Scan the entries that follow and give only the number of lines containing "migrations".

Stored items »
"""
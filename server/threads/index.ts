import { HttpError, type FieldIssue } from '../errors';
import type { MembershipCsvReply } from './membershipCsv';
import { runOnThread } from './spawn';

/** parseMembershipCsv on a worker thread: the same rows, or the same 400 listing the bad lines. */
export async function parseMembershipCsvOffThread(buffer: Buffer) {
  const copy = new Uint8Array(buffer.byteLength);
  copy.set(buffer);
  const reply = await runOnThread<MembershipCsvReply>('membershipCsv', copy, [copy.buffer]);
  if (reply.ok) return reply.rows;
  throw new HttpError(reply.error.status, reply.error.message, reply.error.issues as FieldIssue[] | undefined, reply.error.code);
}
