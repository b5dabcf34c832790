import { execFile, spawn, type ChildProcess } from 'node:child_process';
import { chmodSync, mkdtempSync, rmSync } from 'node:fs';
import net from 'node:net';
import os from 'node:os';
import path from 'node:path';
import { promisify } from 'node:util';

const run = promisify(execFile);
export const ROOT = path.resolve(__dirname, '../..');

export function freePort(): Promise<number> {
  return new Promise((resolve, reject) => {
    const srv = net.createServer();
    srv.once('error', reject);
    srv.listen(0, '127.0.0.1', () => {
      const port = (srv.address() as net.AddressInfo).port;
      srv.close(() => resolve(port));
    });
  });
}

/**
 * A private, throwaway PostgreSQL cluster of this test's own (scripts/db.sh with its own
 * folder and port), so the test can really stop and start the database server.
 */
export async function throwawayCluster() {
  const dir = mkdtempSync(path.join(process.env.TMPDIR ?? os.tmpdir(), 'keelson-pg-'));
  // PostgreSQL runs as the postgres user when we are root: it must be able to reach the folder.
  chmodSync(dir, 0o755);
  const port = await freePort();
  const env = { ...process.env, KEELSON_PG_DIR: path.join(dir, 'data'), KEELSON_PG_PORT: String(port), KEELSON_DB_NAME: 'keelson', KEELSON_PG_FSYNC: 'off' };
  const db = (cmd: 'start' | 'stop') => run('bash', [path.join(ROOT, 'scripts/db.sh'), cmd], { env, cwd: ROOT });
  await db('start');
  return {
    url: `postgres://keelson@127.0.0.1:${port}/keelson`,
    start: () => db('start'),
    stop: () => db('stop'),
    destroy: async () => {
      await db('stop').catch(() => undefined);
      rmSync(dir, { recursive: true, force: true });
    },
  };
}

/** Starts a Keelson process (server or worker) from its TypeScript entry; its output is kept. */
export function startProcess(entry: string, env: Record<string, string>): ChildProcess & { output: () => string } {
  // One process (no tsx launcher in between), so signals reach it directly.
  const child = spawn(process.execPath, ['--require', 'tsx/cjs', path.join(ROOT, entry)], {
    cwd: ROOT,
    env: { ...process.env, NODE_ENV: 'test', KEELSON_LOG_LEVEL: 'info', ...env },
    stdio: ['ignore', 'pipe', 'pipe'],
  });
  let out = '';
  child.stdout!.on('data', (d) => (out += d));
  child.stderr!.on('data', (d) => (out += d));
  return Object.assign(child, { output: () => out });
}

export const alive = (c: ChildProcess) => c.exitCode === null && c.signalCode === null;

/** Polls `f` until it returns a value, or fails after `ms` naming `what`. */
export async function until<T>(what: string, f: () => Promise<T | null | undefined | false>, ms = 30_000, every = 200): Promise<T> {
  const end = Date.now() + ms;
  for (;;) {
    const v = await f().catch(() => null);
    if (v) return v;
    if (Date.now() > end) throw new Error(`timed out after ${ms} ms waiting for ${what}`);
    await new Promise((r) => setTimeout(r, every));
  }
}
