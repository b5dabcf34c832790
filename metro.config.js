// Metro configuration: Expo's defaults, plus, for `npm run dev`, a pass-through
// of /api/* from the web dev server (:8081) to the API server, so the app in
// development talks to its API on the same origin as in production.
const http = require('node:http');
const { getDefaultConfig } = require('expo/metro-config');

const config = getDefaultConfig(__dirname);
const apiPort = Number(process.env.KEELSON_API_PORT || process.env.PORT || 8080);

const previous = config.server?.enhanceMiddleware;
config.server = {
  ...config.server,
  enhanceMiddleware: (middleware, server) => {
    const next = previous ? previous(middleware, server) : middleware;
    return (req, res, fallthrough) => {
      if (!req.url || !req.url.startsWith('/api/')) return next(req, res, fallthrough);
      // The Host header is kept, so the API's same-origin check sees the page's own origin.
      const upstream = http.request({ host: '127.0.0.1', port: apiPort, path: req.url, method: req.method, headers: req.headers }, (answer) => {
        res.writeHead(answer.statusCode ?? 502, answer.headers);
        answer.pipe(res);
      });
      upstream.on('error', () => {
        res.writeHead(502, { 'Content-Type': 'application/json' });
        res.end(JSON.stringify({ error: 'api_unreachable', message: `The API server is not answering on port ${apiPort}.` }));
      });
      req.pipe(upstream);
    };
  },
};

module.exports = config;
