import { defineConfig } from 'vitest/config';
import path from 'node:path';

// Two projects: `unit` needs nothing but Node; `api` runs against the private
// PostgreSQL cluster that tests/setup/global.ts prepares (one schema per file).
export default defineConfig({
  resolve: { alias: { '@': path.resolve(__dirname) } },
  test: {
    testTimeout: 30_000,
    hookTimeout: 60_000,
    projects: [
      { extends: true, test: { name: 'unit', include: ['tests/unit/**/*.test.ts'], environment: 'node' } },
      {
        extends: true,
        test: {
          name: 'api',
          include: ['tests/api/**/*.test.ts'],
          environment: 'node',
          globalSetup: ['tests/setup/global.ts'],
        },
      },
    ],
  },
});
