import { randomBytes } from 'node:crypto';
import { Client } from 'pg';
import { DEFAULT_DATABASE_URL } from '../../db/client';

/** The cluster tests use: DATABASE_URL, or the private cluster scripts/db.sh starts. */
export function clusterUrl(): string {
  return process.env.DATABASE_URL ?? DEFAULT_DATABASE_URL;
}

export function withDatabase(url: string, name: string): string {
  const u = new URL(url);
  u.pathname = `/${name}`;
  return u.toString();
}

export async function adminQuery(sql: string): Promise<void> {
  const c = new Client({ connectionString: withDatabase(clusterUrl(), 'postgres') });
  await c.connect();
  try {
    await c.query(sql);
  } finally {
    await c.end();
  }
}

/**
 * A fresh database for one test file, copied from the migrated template that
 * the global setup prepared: test files never see each other's rows.
 */
export async function createTestDatabase(): Promise<{ url: string; drop: () => Promise<void> }> {
  const template = process.env.KEELSON_TEST_TEMPLATE;
  if (!template) throw new Error('KEELSON_TEST_TEMPLATE is not set: run tests through vitest (global setup)');
  const name = `keelson_t_${randomBytes(6).toString('hex')}`;
  // CREATE DATABASE … TEMPLATE fails if another session is copying the same template at that instant; retry briefly.
  for (let attempt = 0; ; attempt++) {
    try {
      await adminQuery(`CREATE DATABASE "${name}" TEMPLATE "${template}"`);
      break;
    } catch (e) {
      if (attempt >= 20 || !/being accessed by other users/.test(String(e))) throw e;
      await new Promise((r) => setTimeout(r, 100 + Math.random() * 200));
    }
  }
  return {
    url: withDatabase(clusterUrl(), name),
    drop: () => adminQuery(`DROP DATABASE IF EXISTS "${name}" WITH (FORCE)`),
  };
}
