// https://docs.expo.dev/guides/using-eslint/
const { defineConfig } = require('eslint/config');
const expoConfig = require('eslint-config-expo/flat');

module.exports = defineConfig([
  expoConfig,
  {
    ignores: ['dist/**', 'build/**', 'node_modules/**', '.pgdata/**', 'test-artifacts/**', 'db/migrations/**', '.expo/**', 'tmp_*', 'expo-env.d.ts'],
  },
  {
    rules: {
      'import/no-unresolved': 'off',
      // fast-check's documented style is `fc.property(...)` on the default export.
      'import/no-named-as-default-member': 'off',
    },
  },
]);
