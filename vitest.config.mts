import { defineConfig } from 'vitest/config';
import path from 'node:path';

// Projects: `unit` needs nothing but Node; `api` runs against the private
// PostgreSQL cluster (one database per test file, copied from a migrated
// template); `e2e` drives the exported web build in Debian's Chromium.
export default defineConfig({
  resolve: { alias: { '@': path.resolve(import.meta.dirname) } },
  test: {
    testTimeout: 30_000,
    hookTimeout: 60_000,
    projects: [
      { extends: true, test: { name: 'unit', include: ['tests/unit/**/*.test.ts'], environment: 'node' } },
      {
        extends: true,
        test: { name: 'api', include: ['tests/api/**/*.test.ts'], environment: 'node', globalSetup: ['tests/setup/global.ts'] },
      },
      {
        extends: true,
        test: {
          name: 'e2e',
          include: ['tests/e2e/**/*.test.ts'],
          environment: 'node',
          globalSetup: ['tests/setup/global.ts'],
          // One browser at a time on a 2-core machine.
          fileParallelism: false,
          testTimeout: 90_000,
        },
      },
    ],
  },
});
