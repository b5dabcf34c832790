import http from 'node:http';
import type { AddressInfo } from 'node:net';
import { and, desc, eq, isNull } from 'drizzle-orm';
import { createApp } from '../../server/app';
import { loadConfig, type Config } from '../../server/config';
import { linkSettings, tokenFor } from '../../server/auth/links';
import { createDb, type Db } from '../../db/client';
import { accessTokens } from '../../db/schema';
import { seedDemo } from '../../db/seed';
import { createTestDatabase } from './database';

export type TestServer = {
  url: string;
  baseUrl: string;
  db: Db;
  schemeId: string;
  secondSchemeId: string;
  config: Config;
  /**
   * The token of the newest live link of `kind` for `email` — what the person finds in the
   * e-mail (the token is never stored; it is recomputed from the row id and the secret).
   */
  tokenFor: (email: string, kind: 'invitation' | 'password_reset' | 'sign_in_confirmation') => Promise<string>;
  /** Stops the HTTP server and its pool, then starts a new app on the same database and port (a server restart). */
  restart: () => Promise<void>;
  close: () => Promise<void>;
};

/**
 * A database of this file's own, seeded with the demo scheme, and the real
 * app listening on an ephemeral port.
 */
export async function startTestServer(opts: { seed?: boolean; env?: Record<string, string>; database?: { url: string; drop: () => Promise<void> } } = {}): Promise<TestServer> {
  // A database the caller prepared (e.g. migrated step by step), or a copy of the migrated template.
  const { url, drop } = opts.database ?? (await createTestDatabase());
  const { db, pool } = createDb(url, 5);
  let ids = { schemeId: '', secondSchemeId: '' };
  if (opts.seed !== false) ids = await seedDemo(db, { memberCount: 40 });
  const config = loadConfig({ ...process.env, NODE_ENV: 'test', DATABASE_URL: url, SESSION_SECRET: 'test-secret-0123456789abcdef', ...opts.env });
  // The app gets a pool of its own, so a restart can end it as a real process exit would.
  let appDb = createDb(url, 5);
  const listen = async (port: number) => {
    const server = http.createServer(createApp({ db: appDb.db, pool: appDb.pool, config }));
    await new Promise<void>((r) => server.listen(port, '127.0.0.1', r));
    return server;
  };
  let server = await listen(0);
  const port = (server.address() as AddressInfo).port;
  const stopServer = async () => {
    server.closeAllConnections();
    await new Promise((r) => server.close(r));
    await appDb.pool.end();
  };
  const links = linkSettings(config);
  return {
    url,
    baseUrl: `http://127.0.0.1:${port}`,
    db,
    ...ids,
    config,
    tokenFor: async (email, kind) => {
      const [t] = await db
        .select({ id: accessTokens.id })
        .from(accessTokens)
        .where(and(eq(accessTokens.email, email.toLowerCase()), eq(accessTokens.kind, kind), isNull(accessTokens.usedAt), isNull(accessTokens.revokedAt)))
        .orderBy(desc(accessTokens.createdAt))
        .limit(1);
      if (!t) throw new Error(`no live ${kind} link for ${email}`);
      return tokenFor(links, t.id);
    },
    restart: async () => {
      await stopServer();
      appDb = createDb(url, 5);
      server = await listen(port);
    },
    close: async () => {
      await stopServer();
      await pool.end();
      await drop();
    },
  };
}

/** A cookie-keeping HTTP client for the API, sending the same-site header on writes. */
export class Client {
  cookie = '';
  constructor(public baseUrl: string) {}
  async call(method: string, path: string, body?: unknown, headers: Record<string, string> = {}) {
    const h: Record<string, string> = { Accept: 'application/json', ...headers };
    if (method !== 'GET' && !('X-Keelson-Client' in headers)) h['X-Keelson-Client'] = '1';
    if (body !== undefined && !(body instanceof FormData)) h['Content-Type'] = 'application/json';
    if (this.cookie) h.Cookie = this.cookie;
    const send = () =>
      fetch(`${this.baseUrl}/api${path}`, {
        method,
        headers: h,
        body: body === undefined ? undefined : body instanceof FormData ? body : JSON.stringify(body),
        redirect: 'manual',
      });
    // A kept-alive socket to a server that has since restarted fails once; a new connection then succeeds.
    const res = await send().catch(send);
    const set = res.headers.getSetCookie();
    for (const c of set) {
      const [pair] = c.split(';');
      if (pair.startsWith('keelson.sid=')) this.cookie = pair;
    }
    const text = await res.text();
    let json: unknown = null;
    try {
      json = text ? JSON.parse(text) : null;
    } catch {
      json = text;
    }
    return { status: res.status, body: json as any, headers: res.headers };
  }
  get = (p: string) => this.call('GET', p);
  post = (p: string, b?: unknown) => this.call('POST', p, b ?? {});
  patch = (p: string, b?: unknown) => this.call('PATCH', p, b ?? {});
  put = (p: string, b?: unknown) => this.call('PUT', p, b ?? {});
  delete = (p: string) => this.call('DELETE', p);
  async signIn(email: string, password = 'keelson-demo-2026', headers: Record<string, string> = {}) {
    const r = await this.call('POST', '/auth/sign-in', { email, password }, headers);
    if (r.status !== 200) throw new Error(`sign-in as ${email} failed: ${r.status} ${JSON.stringify(r.body)}`);
    return r.body;
  }
}
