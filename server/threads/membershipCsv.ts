import { parentPort } from 'node:worker_threads';
import { HttpError } from '../errors';
import { parseMembershipCsv } from '../services/membership';

/**
 * Worker thread: parses and checks an uploaded membership CSV (145,000 rows take seconds), so
 * the API's event loop keeps answering meanwhile. Replies with the rows, or with the 400 that
 * lists the bad lines.
 */
export type MembershipCsvReply =
  | { ok: true; rows: Awaited<ReturnType<typeof parseMembershipCsv>> }
  | { ok: false; error: { status: number; message: string; issues?: unknown; code?: string } };

parentPort?.once('message', (data: Uint8Array) => {
  parseMembershipCsv(Buffer.from(data.buffer, data.byteOffset, data.byteLength)).then(
    (rows) => parentPort!.postMessage({ ok: true, rows } satisfies MembershipCsvReply),
    (err: unknown) => {
      const e = err instanceof HttpError ? err : new HttpError(500, err instanceof Error ? err.message : String(err));
      parentPort!.postMessage({ ok: false, error: { status: e.status, message: e.message, issues: e.issues, code: e.code } } satisfies MembershipCsvReply);
    },
  );
});
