// https://docs.expo.dev/guides/using-eslint/
const { defineConfig } = require('eslint/config');
const expoConfig = require('eslint-config-expo/flat');

/**
 * Layer boundaries (see DEVELOPERS.md): the engine and the figures layer are pure; components
 * do not fetch; the server takes nothing from the client; the client takes only types from the
 * server. tests/unit/lint-boundaries.test.ts lints deliberately wrong fixtures against these.
 */
const NODE_IO = ['node:*', 'fs', 'fs/*', 'path', 'os', 'child_process', 'http', 'https', 'net', 'stream', 'worker_threads', 'crypto', 'zlib'];
const SERVER_SIDE = ['express', 'express-*', 'drizzle-orm', 'drizzle-orm/*', 'drizzle-zod', 'pg', 'pg-boss', 'pdfkit', 'nodemailer', 'multer', 'passport', 'passport-*'];
const CLIENT_SIDE = ['react', 'react/*', 'react-dom', 'react-dom/*', 'react-native', 'react-native-*', 'expo', 'expo-*', '@tanstack/*'];
const PURE = {
  'no-restricted-imports': [
    'error',
    {
      patterns: [
        { group: NODE_IO, message: 'simulation/ and figures/ do no I/O: take numbers in, give numbers (or words) out.' },
        { group: [...SERVER_SIDE, ...CLIENT_SIDE], message: 'simulation/ and figures/ are pure: no Express, database, PDF or React imports.' },
        { group: ['**/db/*', '@/db/*', '**/hooks/*', '@/hooks/*', '**/components/*', '@/components/*', '../app/*', '@/app/*'], message: 'simulation/ and figures/ import no database, hooks, components or screens.' },
      ],
    },
  ],
};
const HEX = /^#(?:[0-9a-fA-F]{3,4}|[0-9a-fA-F]{6}|[0-9a-fA-F]{8})$/;

module.exports = defineConfig([
  expoConfig,
  {
    ignores: ['dist/**', 'build/**', 'node_modules/**', '.pgdata/**', 'test-artifacts/**', 'db/migrations/**', '.expo/**', 'tmp_*', 'expo-env.d.ts', 'tests/fixtures/lint/**'],
  },
  {
    rules: {
      'import/no-unresolved': 'off',
      // fast-check's documented style is `fc.property(...)` on the default export.
      'import/no-named-as-default-member': 'off',
      // One palette: colours are named in constants/theme.ts and nowhere else.
      'no-restricted-syntax': ['error', { selector: `Literal[value=${HEX}]`, message: 'Colours live in constants/theme.ts: import them from there.' }],
    },
  },
  { files: ['constants/theme.ts'], rules: { 'no-restricted-syntax': 'off' } },
  { files: ['simulation/**/*.ts', 'figures/**/*.ts'], rules: PURE },
  {
    // figures/ may name the server's stored-result types (erased at build time).
    files: ['figures/**/*.ts'],
    rules: {
      'no-restricted-imports': 'off',
      '@typescript-eslint/no-restricted-imports': [
        'error',
        {
          patterns: [
            ...PURE['no-restricted-imports'][1].patterns,
            { group: ['../server/*', '**/server/*', '@/server/*'], allowTypeImports: true, message: 'figures/ takes only types from the server.' },
          ],
        },
      ],
    },
  },
  {
    files: ['components/**/*.{ts,tsx}'],
    rules: {
      '@typescript-eslint/no-restricted-imports': [
        'error',
        {
          patterns: [
            { group: ['@/hooks/*', '../hooks/*', '**/hooks/*'], allowTypeImports: true, message: 'Components do not fetch: a screen calls the hook and passes the data in.' },
            { group: ['@/server/*', '**/server/*', '@/db/*', '**/db/*'], allowTypeImports: true, message: 'Client code takes only types from the server and the database schema.' },
          ],
        },
      ],
    },
  },
  {
    files: ['app/**/*.{ts,tsx}', 'hooks/**/*.{ts,tsx}'],
    rules: {
      '@typescript-eslint/no-restricted-imports': [
        'error',
        { patterns: [{ group: ['@/server/*', '**/server/*', '@/db/*', '**/db/*'], allowTypeImports: true, message: 'Client code takes only types from the server and the database schema (import type).' }] },
      ],
    },
  },
  {
    // The database layer (schema, migrations, seed) sits below the server: it may name the server's
    // stored shapes as types, nothing more.
    files: ['db/**/*.ts'],
    rules: {
      '@typescript-eslint/no-restricted-imports': [
        'error',
        { patterns: [{ group: ['../server/*', '**/server/*', '@/server/*'], allowTypeImports: true, message: 'db/ takes only types from the server.' }] },
      ],
    },
  },
  {
    files: ['server/**/*.ts'],
    rules: {
      'no-restricted-imports': [
        'error',
        { patterns: [{ group: ['@/app/*', '../../app/*', '../../../app/*', '**/components/*', '@/components/*', '**/hooks/*', '@/hooks/*'], message: 'The server takes nothing from the app, its components or its hooks.' }] },
      ],
    },
  },
]);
"""
WRITTEN ANSWER » 3